Thursday, May 17, 2012

donetimeofthewidowitgotaghost

September 21, 2011Print This Post         

From Adventures of Huckleberry Finn, by Mark Twain, illustration by Samuel Clemens

From American Scientist:

Perception entails not just sensing the world but also making sense of it. When you listen to orchestral music, you hear oboes, violins, timpani and so on, each playing distinct notes. But the sound waves reaching your ears do not come packaged as separate channels for the winds, the strings and the percussion section; the signal the ear detects is nothing more than air pressure changing as a function of time, p(t). In effect, the sound of the whole orchestra is condensed into a single wiggly line. Notes and chords, melodies and harmonies are all abstractions created by the interpretive brain; they are “hidden variables” to be inferred from an analysis of the signal. Vision involves a similar inferential process. The array of receptor cells in the retina of the eye is not too different from the array of light-sensitive elements in the sensor chip of a digital camera; they both record color and brightness as a function of position. But what we see when we look around the world is not a two-dimensional mosaic of discrete, colored pixels. Somehow we organize the flickering map of brightness and color into surfaces, textures, shapes and objects embedded in a three-dimensional space. … A computer program generates some meaningless, random text according to a known probability distribution, and then it removes all the word spaces from the text.
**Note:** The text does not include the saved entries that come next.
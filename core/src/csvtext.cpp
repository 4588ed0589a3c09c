#include "csvtext.h"

#include <algorithm>
#include <charconv>
#include <cmath>
#include <cstdio>
#include <filesystem>
#include <system_error>
#include <utility>

#ifdef TAILWISE_HAVE_FAST_FLOAT
#include <fast_float/fast_float.h>
#endif

#include <fcntl.h>
#include <sys/mman.h>
#include <sys/stat.h>
#include <unistd.h>

namespace tailwise::csv {

std::string_view stripBom(std::string_view text)
{
    if (text.size() >= 3 && static_cast<unsigned char>(text[0]) == 0xEF
        && static_cast<unsigned char>(text[1]) == 0xBB && static_cast<unsigned char>(text[2]) == 0xBF)
        text.remove_prefix(3);
    return text;
}

bool LineReader::next(std::string_view &line)
{
    if (m_pos >= m_text.size())
        return false;
    std::size_t end = m_text.find('\n', m_pos);
    if (end == std::string_view::npos)
        end = m_text.size();
    line = m_text.substr(m_pos, end - m_pos);
    if (!line.empty() && line.back() == '\r')
        line.remove_suffix(1);
    m_pos = end + 1;
    ++m_line;
    return true;
}

namespace {
std::string_view trim(std::string_view s)
{
    while (!s.empty() && (s.front() == ' ' || s.front() == '\t'))
        s.remove_prefix(1);
    while (!s.empty() && (s.back() == ' ' || s.back() == '\t'))
        s.remove_suffix(1);
    return s;
}
} // namespace

Result<std::vector<Cell>> splitLine(std::string_view line, const std::string &source, int lineNumber)
{
    std::vector<Cell> cells;
    std::size_t pos = 0;
    int column = 1;
    while (true) {
        Cell cell;
        cell.column = column;
        // Skip leading blanks to see whether the cell is quoted.
        std::size_t start = pos;
        while (start < line.size() && (line[start] == ' ' || line[start] == '\t'))
            ++start;
        if (start < line.size() && line[start] == '"') {
            std::string value;
            bool escaped = false;
            std::size_t i = start + 1;
            bool closed = false;
            for (; i < line.size(); ++i) {
                if (line[i] == '"') {
                    if (i + 1 < line.size() && line[i + 1] == '"') {
                        value += '"';
                        escaped = true;
                        ++i;
                        continue;
                    }
                    closed = true;
                    break;
                }
                value += line[i];
            }
            if (!closed)
                return fileError(ErrorKind::Format, source, lineNumber, column,
                                 "a quoted cell is not closed: expected a closing '\"'");
            std::size_t after = i + 1;
            while (after < line.size() && (line[after] == ' ' || line[after] == '\t'))
                ++after;
            if (after < line.size() && line[after] != ',')
                return fileError(ErrorKind::Format, source, lineNumber, column,
                                 "unexpected text after a quoted cell: expected ',' or the end of the line");
            cell.text = line.substr(start + 1, i - start - 1);
            if (escaped)
                cell.unescaped = std::move(value);
            cells.push_back(std::move(cell));
            if (after >= line.size())
                return cells;
            pos = after + 1;
        } else {
            std::size_t end = line.find(',', pos);
            const bool last = end == std::string_view::npos;
            if (last)
                end = line.size();
            cell.text = trim(line.substr(pos, end - pos));
            cells.push_back(std::move(cell));
            if (last)
                return cells;
            pos = end + 1;
        }
        ++column;
    }
}

bool isNonFiniteLiteral(std::string_view text)
{
    if (!text.empty() && (text.front() == '+' || text.front() == '-'))
        text.remove_prefix(1);
    std::string lower;
    for (char c : text)
        lower += static_cast<char>(c >= 'A' && c <= 'Z' ? c - 'A' + 'a' : c);
    return lower == "nan" || lower == "inf" || lower == "infinity" || lower.rfind("nan(", 0) == 0;
}

std::optional<double> parseNumber(std::string_view text)
{
    if (text.empty())
        return std::nullopt;
    if (text.front() == '+')
        text.remove_prefix(1);
    double value = 0.0;
    const char *const last = text.data() + text.size();
#ifdef TAILWISE_HAVE_FAST_FLOAT
    // fast_float (Lemire, "Number parsing at a gigabyte per second", Software: Practice and
    // Experience 51(8), 2021 (mem)) rounds correctly, as std::from_chars does, about twice as fast
    // here. Its answer is taken when it is a normal finite number; zero, subnormals, overflow and
    // errors go to std::from_chars, so the refusals (out of range, not a number) stay the same.
    {
        const auto [end, ec] = fast_float::from_chars(text.data(), last, value);
        if (ec == std::errc() && end == last && std::isnormal(value))
            return value;
    }
#endif
    const auto [end, ec] = std::from_chars(text.data(), last, value);
    if (ec != std::errc() || end != last || !std::isfinite(value))
        return std::nullopt;
    return value;
}

const char *parsePositivePrefix(const char *first, const char *last, double &value)
{
    if (first == last || *first == '-' || *first == '+')
        return nullptr;
#ifdef TAILWISE_HAVE_FAST_FLOAT
    const auto [end, ec] = fast_float::from_chars(first, last, value);
#else
    const auto [end, ec] = std::from_chars(first, last, value);
#endif
    if (ec != std::errc() || !std::isnormal(value) || value <= 0.0)
        return nullptr;
    return end;
}

std::string quoteForMessage(std::string_view text)
{
    if (text.empty())
        return "an empty cell";
    std::string out = "\"";
    const std::size_t limit = 40;
    for (std::size_t i = 0; i < text.size() && i < limit; ++i) {
        const unsigned char c = static_cast<unsigned char>(text[i]);
        out += (c < 0x20 || c == 0x7F) ? '?' : static_cast<char>(c);
    }
    if (text.size() > limit)
        out += "…";
    out += "\"";
    return out;
}

namespace {

constexpr std::size_t maxLineBytes = 64 * 1024;

std::string lowercase(std::string_view s)
{
    std::string out(s);
    for (char &c : out)
        if (c >= 'A' && c <= 'Z')
            c = static_cast<char>(c - 'A' + 'a');
    return out;
}

} // namespace

HeaderedRows::HeaderedRows(std::string_view text, std::string source, Layout layout)
    : m_lines(text), m_source(std::move(source)), m_layout(std::move(layout)), m_index(m_layout.columns.size(), -1)
{
}

Status HeaderedRows::readHeader()
{
    std::string_view line;
    bool haveHeader = false;
    while (m_lines.next(line)) {
        if (line.size() > maxLineBytes)
            return fileError(ErrorKind::Format, m_source, m_lines.lineNumber(), 0, "the line is longer than the limit of 64 KiB");
        if (!line.empty()) {
            haveHeader = true;
            break;
        }
    }
    if (!haveHeader)
        return fileError(ErrorKind::Format, m_source, 0, 0, "the file is empty: expected " + m_layout.emptyExpectation);
    m_headerLine = m_lines.lineNumber();
    auto header = splitLine(line, m_source, m_headerLine);
    if (!header)
        return header.error();
    for (const auto &cell : header.value()) {
        const std::string name = lowercase(cell.value());
        const auto known = std::find(m_layout.columns.begin(), m_layout.columns.end(), name);
        if (known == m_layout.columns.end())
            return fileError(ErrorKind::Format, m_source, m_headerLine, cell.column,
                             "unknown column " + quoteForMessage(cell.value()) + ": expected " + m_layout.expectedColumns);
        int &slot = m_index[static_cast<std::size_t>(known - m_layout.columns.begin())];
        if (slot >= 0)
            return fileError(ErrorKind::Format, m_source, m_headerLine, cell.column, "the column '" + name + "' appears twice");
        slot = cell.column - 1;
    }
    m_columns = header.value().size();
    return Done{};
}

int HeaderedRows::column(std::string_view name) const
{
    for (std::size_t i = 0; i < m_layout.columns.size(); ++i)
        if (m_layout.columns[i] == name)
            return m_index[i];
    return -1;
}

Result<bool> HeaderedRows::next()
{
    std::string_view line;
    while (m_lines.next(line)) {
        const int lineNo = m_lines.lineNumber();
        if (line.size() > maxLineBytes)
            return fileError(ErrorKind::Format, m_source, lineNo, 0, "the line is longer than the limit of 64 KiB");
        if (line.empty())
            continue;
        if (m_rows >= m_layout.maxRows)
            return fileError(ErrorKind::Format, m_source, lineNo, 0,
                             "more than " + std::to_string(m_layout.maxRows) + " " + m_layout.rowsName + ": over the limit");
        auto split = splitLine(line, m_source, lineNo);
        if (!split)
            return split.error();
        m_cells = std::move(split).value();
        if (m_cells.size() != m_columns)
            return fileError(ErrorKind::Format, m_source, lineNo, static_cast<int>(std::min(m_cells.size(), m_columns)) + 1,
                             "the row has " + std::to_string(m_cells.size()) + " cells, expected "
                                 + std::to_string(m_columns) + " as in the header");
        ++m_rows;
        return true;
    }
    return false;
}

Error HeaderedRows::error(ErrorKind kind, int column, const std::string &what) const
{
    return fileError(kind, m_source, m_lines.lineNumber(), column + 1, what);
}

Error HeaderedRows::errorAtLine(ErrorKind kind, int line, const std::string &what) const
{
    return fileError(kind, m_source, line, 0, what);
}

Result<std::string> readFileText(const std::string &path, std::size_t maxBytes)
{
    namespace fs = std::filesystem;
    std::error_code ec;
    const fs::file_status status = fs::status(path, ec);
    if (ec || !fs::exists(status))
        return fileError(ErrorKind::FileUnreadable, path, 0, 0, "the file does not exist");
    if (fs::is_directory(status))
        return fileError(ErrorKind::FileUnreadable, path, 0, 0, "this is a folder, not a file");
    const auto size = fs::file_size(path, ec);
    if (!ec && size > maxBytes)
        return fileError(ErrorKind::FileUnreadable, path, 0, 0,
                         "the file is " + std::to_string(size / (1024 * 1024)) + " MiB, over the limit of "
                             + std::to_string(maxBytes / (1024 * 1024)) + " MiB");
    std::FILE *file = std::fopen(path.c_str(), "rb");
    if (!file)
        return fileError(ErrorKind::FileUnreadable, path, 0, 0, "the file cannot be opened for reading");
    std::string text;
    if (!ec) {
        // Straight into the string: a large file is not copied a second time.
        text.resize(static_cast<std::size_t>(size));
        text.resize(std::fread(text.data(), 1, text.size(), file));
    }
    char buffer[1 << 16]; // the rest, if the file grew since its size was taken
    std::size_t got = 0;
    while ((got = std::fread(buffer, 1, sizeof buffer, file)) > 0) {
        text.append(buffer, got);
        if (text.size() > maxBytes) {
            std::fclose(file);
            return fileError(ErrorKind::FileUnreadable, path, 0, 0, "the file is over the size limit");
        }
    }
    const bool failed = std::ferror(file) != 0;
    std::fclose(file);
    if (failed)
        return fileError(ErrorKind::FileUnreadable, path, 0, 0, "the file could not be read to the end");
    return text;
}

Result<FileText> FileText::open(const std::string &path, std::size_t maxBytes)
{
    namespace fs = std::filesystem;
    std::error_code ec;
    const fs::file_status status = fs::status(path, ec);
    const bool regular = !ec && fs::is_regular_file(status);
    const auto size = regular ? fs::file_size(path, ec) : 0;
    FileText out;
    if (regular && !ec && size > 0 && size <= maxBytes) {
        const int fd = ::open(path.c_str(), O_RDONLY | O_CLOEXEC);
        if (fd >= 0) {
            void *mapped = ::mmap(nullptr, static_cast<std::size_t>(size), PROT_READ, MAP_PRIVATE | MAP_POPULATE, fd, 0);
            ::close(fd); // the mapping keeps the file
            if (mapped != MAP_FAILED) {
                out.m_mapped = static_cast<const char *>(mapped);
                out.m_size = static_cast<std::size_t>(size);
                return out;
            }
        }
    }
    // Everything else, including every error, as readFileText gives it.
    auto text = readFileText(path, maxBytes);
    if (!text)
        return text.error();
    out.m_read = std::move(text).value();
    return out;
}

FileText::FileText(FileText &&other) noexcept
    : m_mapped(std::exchange(other.m_mapped, nullptr)), m_size(std::exchange(other.m_size, 0)),
      m_read(std::move(other.m_read))
{
}

FileText::~FileText()
{
    if (m_mapped)
        ::munmap(const_cast<char *>(m_mapped), m_size);
}

} // namespace tailwise::csv
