#include "tailwise/textlimits.h"

#include <cstdio>

namespace tailwise {

namespace {

// Decodes one UTF-8 sequence at `i` (RFC 3629, Table 3-7 of The Unicode Standard: well-formed
// byte sequences). Returns its length, 0 when ill-formed.
std::size_t decode(std::string_view s, std::size_t i, unsigned &cp)
{
    const auto b = [&](std::size_t k) { return static_cast<unsigned char>(s[i + k]); };
    const unsigned char c = b(0);
    if (c < 0x80) {
        cp = c;
        return 1;
    }
    const std::size_t left = s.size() - i;
    auto cont = [&](std::size_t k) { return k < left && (b(k) & 0xC0) == 0x80; };
    if (c >= 0xC2 && c <= 0xDF) {
        if (!cont(1))
            return 0;
        cp = ((c & 0x1Fu) << 6) | (b(1) & 0x3Fu);
        return 2;
    }
    if (c >= 0xE0 && c <= 0xEF) {
        if (!cont(1) || !cont(2))
            return 0;
        if ((c == 0xE0 && b(1) < 0xA0) || (c == 0xED && b(1) > 0x9F)) // overlong; surrogates
            return 0;
        cp = ((c & 0x0Fu) << 12) | ((b(1) & 0x3Fu) << 6) | (b(2) & 0x3Fu);
        return 3;
    }
    if (c >= 0xF0 && c <= 0xF4) {
        if (!cont(1) || !cont(2) || !cont(3))
            return 0;
        if ((c == 0xF0 && b(1) < 0x90) || (c == 0xF4 && b(1) > 0x8F)) // overlong; above U+10FFFF
            return 0;
        cp = ((c & 0x07u) << 18) | ((b(1) & 0x3Fu) << 12) | ((b(2) & 0x3Fu) << 6) | (b(3) & 0x3Fu);
        return 4;
    }
    return 0;
}

} // namespace

std::optional<TextProblem> checkText(std::string_view text, std::size_t maxChars)
{
    std::size_t chars = 0;
    std::optional<TextProblem> tooLong;
    for (std::size_t i = 0; i < text.size();) {
        unsigned cp = 0;
        const std::size_t n = decode(text, i, cp);
        if (n == 0)
            return TextProblem{TextProblem::Kind::InvalidUtf8, i, chars, 0};
        if ((cp < 0x20 && cp != '\t') || cp == 0x7F || (cp >= 0x80 && cp <= 0x9F))
            return TextProblem{TextProblem::Kind::ControlCharacter, i, chars, cp};
        ++chars;
        i += n;
    }
    if (chars > maxChars)
        return TextProblem{TextProblem::Kind::TooLong, 0, chars, 0};
    return std::nullopt;
}

std::size_t utf8Length(std::string_view text)
{
    std::size_t chars = 0;
    for (const char c : text)
        chars += (static_cast<unsigned char>(c) & 0xC0) != 0x80;
    return chars;
}

std::string describeTextProblem(const TextProblem &p, const std::string &what, std::size_t maxChars)
{
    switch (p.kind) {
    case TextProblem::Kind::TooLong:
        return what + " is longer than " + std::to_string(maxChars) + " characters (found " + std::to_string(p.characters)
               + ")";
    case TextProblem::Kind::InvalidUtf8:
        return what + " is not valid UTF-8 text (a bad byte after " + std::to_string(p.characters)
               + " characters); save the file as UTF-8";
    case TextProblem::Kind::ControlCharacter: {
        char code[16];
        std::snprintf(code, sizeof code, "U+%04X", p.codePoint);
        return what + " has a control character (" + code + ") after " + std::to_string(p.characters)
               + " characters; only printable text and tabs are accepted";
    }
    }
    return what + " is not acceptable";
}

} // namespace tailwise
The following small example is based on the probability of sequences of letters in the text of Huckleberry Finn:

donetimeofthewidowitgotaghost

Your assignment is to restore the word boundaries—to break the garbled string of letters into a sequence of plausible words. Mumford and Desolneux are looking for an algorithmic solution, but it’s also fun to try the puzzle without the aid of a computer. How does the human mind solve such problems? When I stare at the string of letters, I find that a few words pop out spontaneously, brought to my attention by some process operating just below the level of conscious awareness; then, in a more deliberate phase, I search left and right for a set of words consistent with the initial choice. In other words, I find myself employing an iterative scheme of forming and testing hypotheses, with backtracking when necessary. (For the example given above, the reading that first leapt out at me was “done time of the widow it got a ghost,” but there are many other possibilities, such as “do net i me oft hew i do wit go tag host.”) Although this exercise is somewhat artificial (since we don’t ordinarily omit word spaces in written language), segmentation is a crucial step in understanding many other kinds of signals, including speech and genetic sequences. And the problem of segmenting images into distinct objects or features is quite tricky.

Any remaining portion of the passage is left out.